(Studio legale G.Patrizi, G.Arrigo,G .Dobici)
Corte di Giustizia dell’Unione europea, sentenza 19 dicembre 2024, nella causa C-664/23 | Caisse d’allocations familiales des Hauts-de-Seine.
Uno Stato membro non può escludere dal beneficio degli assegni familiari il lavoratore straniero i cui figli, nati in un paese terzo, non dimostrino di essere entrati regolarmente nel suo territorio.
I cittadini di paesi terzi ammessi in uno Stato membro al fine di svolgervi regolarmente un’attività lavorativa devono beneficiare della parità di trattamento rispetto ai cittadini nazionali.
1. Nel 2008 un cittadino armeno è entrato irregolarmente nel territorio francese con la moglie e i due figli minorenni, nati in Armenia. Nel 2011 la coppia ha avuto un terzo figlio, nato in Francia. Nel 2014 il padre ha chiesto di ottenere prestazioni familiari per i suoi tre figli. Benché egli disponesse di una carta di soggiorno temporaneo che gli consentiva di lavorare, la Cassa per gli assegni familiari (CAF) del dipartimento Hauts-de-Seine, Francia, ha respinto la sua domanda per i due figli nati al di fuori della Francia. Tale diniego, che egli ha contestato dinanzi al Tribunale della previdenza sociale di Nanterre, Francia, si basava sulla mancanza di documenti comprovanti il regolare ingresso dei figli in Francia[1].
Dopo una sentenza di primo grado favorevole, la Corte d’appello di Versailles, Francia, ha confermato il diniego. Nel 2022 la Corte di cassazione, Francia, ha però annullato la sentenza, sottolineando che la Corte d’appello non aveva affrontato gli argomenti sollevati dal cittadino armeno con riferimento alla direttiva sul permesso unico[2], che garantisce la parità di trattamento tra lavoratori che siano cittadini di paesi terzi e cittadini dell’Unione.
La causa è stata rinviata alla Corte d’appello, la quale ha deciso di adire la Corte di giustizia dell’Unione europea. Essa intende sapere se uno Stato membro possa rifiutare di prendere in considerazione i figli a carico di un titolare di permesso unico, che siano nati in un paese terzo, qualora essi non siano entrati in base a una procedura di ricongiungimento familiare o qualora il genitore non abbia fornito i documenti comprovanti la regolarità del loro ingresso nel territorio.

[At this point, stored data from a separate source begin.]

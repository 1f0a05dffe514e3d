//! One finding for what the same missing figures leave unknown.

use std::collections::BTreeMap;

use super::finding::Finding;
use super::language::Figures;
use super::verdict::Verdict;
use crate::quantity::Key;

/// The first of the findings that the same missing figures leave unknown tells the others.
pub(super) fn merge(findings: Vec<Finding>, figures: &dyn Figures) -> Vec<Finding> {
    let groups = told_together(findings.iter());
    let mut rest: Vec<Option<Finding>> = findings.into_iter().map(Some).collect();
    let mut kept = Vec::new();
    for group in groups {
        let mut members = group.into_iter().filter_map(|index| rest.get_mut(index).and_then(Option::take));
        let Some(mut first) = members.next() else { continue };
        let others: Vec<Finding> = members.collect();
        tell(&mut first, others.iter(), figures);
        kept.push(first);
    }
    kept
}

/// Which findings are told together, by their places in the list: the first of each group tells the others. Groups
/// stand in the order of their first.
pub fn told_together<'a>(findings: impl IntoIterator<Item = &'a Finding>) -> Vec<Vec<usize>> {
    let mut groups: Vec<Vec<usize>> = Vec::new();
    let mut by_missing: BTreeMap<Vec<&Key>, usize> = BTreeMap::new();
    for (index, finding) in findings.into_iter().enumerate() {
        let mut key: Vec<&Key> = finding.missing.iter().collect();
        key.sort();
        key.dedup();
        let mergeable = finding.verdict == Verdict::Unknown && !key.is_empty();
        match by_missing.get(&key).filter(|_| mergeable).and_then(|group| groups.get_mut(*group)) {
            Some(group) => group.push(index),
            None => {
                if mergeable {
                    by_missing.insert(key, groups.len());
                }
                groups.push(vec![index]);
            }
        }
    }
    groups
}

/// Has a finding tell of others that the same missing figures leave unknown.
pub fn tell<'a>(finding: &mut Finding, others: impl IntoIterator<Item = &'a Finding>, figures: &dyn Figures) {
    let mut by_check: Vec<(&str, Vec<String>)> = Vec::new();
    for other in others {
        finding.merged.push((other.check.clone(), other.subject));
        let label = figures.label(other.subject);
        match by_check.iter_mut().find(|(known, _)| *known == other.check) {
            Some((_, labels)) => labels.push(label),
            None => by_check.push((&other.check, vec![label])),
        }
    }
    if by_check.is_empty() {
        return;
    }
    let told: Vec<String> =
        by_check.iter().map(|(check, labels)| format!("{check} of {}", labels.join(", "))).collect();
    finding.message.push_str(&format!("; nor can {}", told.join("; ")));
}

2. La Corte di giustizia dell’Unione europea risponde che è contrario al diritto dell’Unione subordinare il diritto alle prestazioni familiari dei cittadini di paesi terzi che soggiornano regolarmente in Francia ad una condizione supplementare, consistente nel dover dimostrare l’ingresso regolare nel territorio francese dei figli per i quali sono richieste le prestazioni familiari.
La Corte dichiara, infatti, che imporre una siffatta condizione significa riservare ai cittadini di paesi terzi un trattamento meno favorevole di quello di cui beneficiano i cittadini dello Stato membro ospitante. Essa ricorda che il diritto dell’Unione prevede la parità di trattamento tra i cittadini di paesi terzi che oggiornano legalmente nel territorio degli Stati membri e i cittadini nazionali. Infatti, quando è accertato il soggiorno legale del cittadino di un paese terzo in uno Stato membro, spetta agli Stati membri garantire la parità di trattamento tra tali lavoratori soggiornanti nel loro territorio e i loro cittadini nazionali, limitando rigorosamente le deroghe a tale diritto.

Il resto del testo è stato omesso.